Action item:
Which lines of the data below include the string "answers"? Return each of them.

Data for analysis:
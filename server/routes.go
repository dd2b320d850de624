package server

import (
	"net/http"

	"github.com/labstack/echo/v4"
)

// route is one row of a table: how it is asked, who may ask, and who answers. body is the largest request body in bytes,
// 0 = the limit of an ordinary form.
type route struct {
	method, path string
	who          who
	handle       func(*Server, echo.Context) error
	body         int64
}

const (
	get  = http.MethodGet
	post = http.MethodPost
)

const (
	formLimit   = 256 << 10
	pushLimit   = 512 << 10
	importLimit = 64 << 20
)

// publicRoutes is everything the public face answers.
func publicRoutes() []route {
	return []route{
		// access
		{get, "/in", anyone, (*Server).linkAsk, 0},
		{post, "/in", anyone, (*Server).linkPasted, 0},
		{get, "/in/:token", anyone, (*Server).linkShow, 0},
		{post, "/in/:token", anyone, (*Server).linkSpend, 0},
		{post, "/out", anyone, (*Server).sessionEnd, 0},
		{get, "/assets/*", anyone, (*Server).assetShow, 0},
		{get, "/t/:tag", anyone, (*Server).tagOpen, 0},
		{get, "/T/:tag", anyone, (*Server).tagOpen, 0},

		// field client
		{get, "/field", anyone, (*Server).fieldShow, 0},
		{get, "/field/*", anyone, (*Server).fieldShow, 0},

		// exchange
		{post, "/exchange/enrol", crew | manager, (*Server).exchangeEnrol, 0},
		{post, "/exchange/push", phone, (*Server).exchangePush, pushLimit},
		{get, "/exchange/pull", phone, (*Server).exchangePull, 0},
		{post, "/exchange/ask", phone, (*Server).exchangeAsk, 0},
		{get, "/exchange/logs", phone, (*Server).exchangeLogs, 0},
		{get, "/exchange/people", phone, (*Server).exchangePeople, 0},
		{get, "/exchange/snapshot", phone, (*Server).exchangeSnapshot, 0},

		// office
	}
}
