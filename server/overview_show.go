package server

import (
	"net/http"
	"slices"
	"sort"
	"strings"

	"github.com/labstack/echo/v4"

	"tripwell/forms"
	"tripwell/store"
)

// decideShown is how many failed devices the overview names; the rest are behind a link.
const decideShown = 12

// overviewPage is the first page: what stands, site by site, and what needs a decision.
type overviewPage struct {
	Frame
	Heading, Under string
	Sums           []sum
	Sites          []siteRow
	Decide         []decision
	More           []link
	None, NewSite  string
}

// sum is one large figure of the overview.
type sum struct{ Href, Figure, Text, Under, Shape string }

// siteRow is a site in a table of sites.
type siteRow struct {
	Href, Name, Code         string
	Devices, Failed, Overdue string
	FailedHref, OverdueHref  string // empty where there is none
	Next                     string
	Late                     bool
}

// decision is one device that failed, with what failed and since when.
type decision struct {
	Verdict                            mark
	Href, Spot, Tag, What, Where, When string
	day                                forms.Day
}

func (s *Server) overviewShow(c echo.Context) error {
	view := overviewPage{Frame: s.frame(c, s.words.Say("office.overview.title"), "overview")}
	err := s.store.View(scope(c), func(v *store.View) error { return s.buildOverview(v, &view) })
	if err != nil {
		return err
	}
	return s.page(c, http.StatusOK, "overview.html", view)
}

func (s *Server) buildOverview(v *store.View, view *overviewPage) error {
	sums, err := siteSums(v, s.store.Now())
	if err != nil {
		return err
	}
	k := s.ink()
	failed, overdue, soon, devices := 0, 0, 0, 0
	worst := store.SiteSums{}
	for _, one := range sums {
		failed, overdue, soon, devices = failed+one.Failed, overdue+one.Overdue, soon+one.DueSoon, devices+one.Devices
		if one.Overdue > worst.Overdue {
			worst = one
		}
		view.Sites = append(view.Sites, s.siteRow(one, s.today(one.Site)))
		if err := s.decide(v, one, view); err != nil {
			return err
		}
	}
	sort.SliceStable(view.Decide, func(i, j int) bool { return view.Decide[i].day > view.Decide[j].day })
	view.Decide = view.Decide[:min(len(view.Decide), decideShown)]
	today := forms.DayOf(s.store.Now())
	view.Heading = s.standing(failed, overdue)
	view.Sums = []sum{
		{"/sites", count(failed), k.say("office.overview.sum_failed", "n", failed), k.say("office.overview.sum_failed_under"), shapeIf(failed > 0, "fail")},
		{"/dates?within=late", count(overdue), k.say("office.overview.sum_overdue", "n", overdue), s.overdueUnder(overdue, worst), shapeIf(overdue > 0, "watch")},
		{"/dates", count(soon), k.say("office.overview.sum_due", "day", k.near(today+31, today)), k.say("office.overview.sum_due_under"), ""},
		{"/sites", count(devices), k.say("office.overview.sum_devices", "n", devices), k.say("office.overview.sum_sites", "n", len(sums)), ""},
	}
	if len(sums) == 0 {
		view.Heading, view.None = k.say("office.overview.no_site"), k.say("office.overview.no_site_other")
		if view.Change {
			view.None, view.NewSite = k.say("office.overview.no_site_manager"), "/sites/new"
		}
	}
	return nil
}

// standing says the fact in a sentence: 4 devices failed. 37 tests overdue.
func (s *Server) standing(failed, overdue int) string {
	var said []string
	if failed > 0 {
		said = append(said, s.words.Say("office.overview.failed", "n", failed))
	}
	if overdue > 0 {
		said = append(said, s.words.Say("office.overview.overdue", "n", overdue))
	}
	if len(said) == 0 {
		return s.words.Say("office.overview.calm")
	}
	return strings.Join(said, " ")
}

func (s *Server) overdueUnder(overdue int, worst store.SiteSums) string {
	switch {
	case overdue == 0:
		return s.words.Say("office.overview.none_late")
	case worst.Overdue == overdue:
		return s.words.Say("office.overview.all_at", "site", worst.Site.Name)
	}
	return s.words.Say("office.overview.most_at", "n", count(worst.Overdue), "site", worst.Site.Name)
}

// decide adds the failed devices of a site that its sums name, each with what its failed test found.
func (s *Server) decide(v *store.View, sums store.SiteSums, view *overviewPage) error {
	for _, d := range sums.LastFailed {
		task, last, ok := newestFail(d)
		if !ok {
			continue
		}
		entry, err := v.Entry(last.Entry)
		if err != nil {
			return err
		}
		since, err := failedSince(v, d.ID, task)
		if err != nil {
			return err
		}
		k, today := s.ink(), s.today(sums.Site)
		when := k.say("office.overview.failed_on", "task", k.named("task", task), "day", k.near(last.Day, today))
		if since < last.Day {
			when = k.say("office.overview.failed_since", "task", k.named("task", task), "day", k.near(since, today))
		}
		view.Decide = append(view.Decide, decision{
			Verdict: k.verdict(last.Result), Href: "/devices/" + d.ID, Spot: s.spot(d), Tag: k.tag(d.Tag),
			What: s.whatFailed(entry), Where: joined(sums.Site.Name, d.Place.Context()), When: when, day: last.Day,
		})
	}
	if sums.Failed > len(sums.LastFailed) {
		view.More = append(view.More, link{Href: siteHref(sums.Site) + "?state=failed", Text: s.words.Say("office.overview.more_failed", "n", count(sums.Failed), "site", sums.Site.Name)})
	}
	return nil
}

// newestFail gives the newest last test of a device that failed.
func newestFail(d store.DeviceRow) (task string, last store.LastTest, ok bool) {
	for _, t := range sortedKeys(d.Last) {
		if l := d.Last[t]; l.Result == forms.Fail && (!ok || l.Day > last.Day) {
			task, last, ok = t, l, true
		}
	}
	return task, last, ok
}

// failedSince gives the day of the first fail of the unbroken run of fails a task ends with. Tests that could not be
// made do not break the run.
func failedSince(v *store.View, device, task string) (forms.Day, error) {
	entries, err := v.Entries(device)
	since := forms.NoDay
	for _, e := range entries {
		if e.Task != task || e.Withdrawn != nil || e.Verdict.Result == forms.NotTested {
			continue
		}
		if e.Verdict.Result != forms.Fail {
			break
		}
		since = e.Day
	}
	return since, err
}

// whatFailed says in words what an entry failed by: the readings outside their limits with the limits, at most three.
func (s *Server) whatFailed(e store.Entry) string {
	k := s.ink()
	var said []string
	for _, f := range e.Verdict.Findings {
		if f.Verdict != forms.Fail || len(said) == 3 {
			continue
		}
		r := findingReading(e.Body, f)
		text := k.reading(f.Reading) + ": " + lowerFirst(k.value(f.Reading, r))
		if limit := k.limit(f.Reading, f.Limit, f.Level); limit != "" {
			text += " (" + limit + ")"
		}
		text += "."
		if number := f.Limit != nil && (f.Limit.Min != nil || f.Limit.Max != nil); !number && k.words.Has(f.Text) {
			text = k.say(f.Text) // says more than yes and no
		}
		if !slices.Contains(said, text) {
			said = append(said, text)
		}
	}
	return strings.Join(said, " ")
}

func shapeIf(is bool, shape string) string {
	if is {
		return shape
	}
	return ""
}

Expected output:
// route is one row of a table: how it is asked, who may ask, and who answers. body is the largest request body in bytes,
// publicRoutes is everything the public face answers.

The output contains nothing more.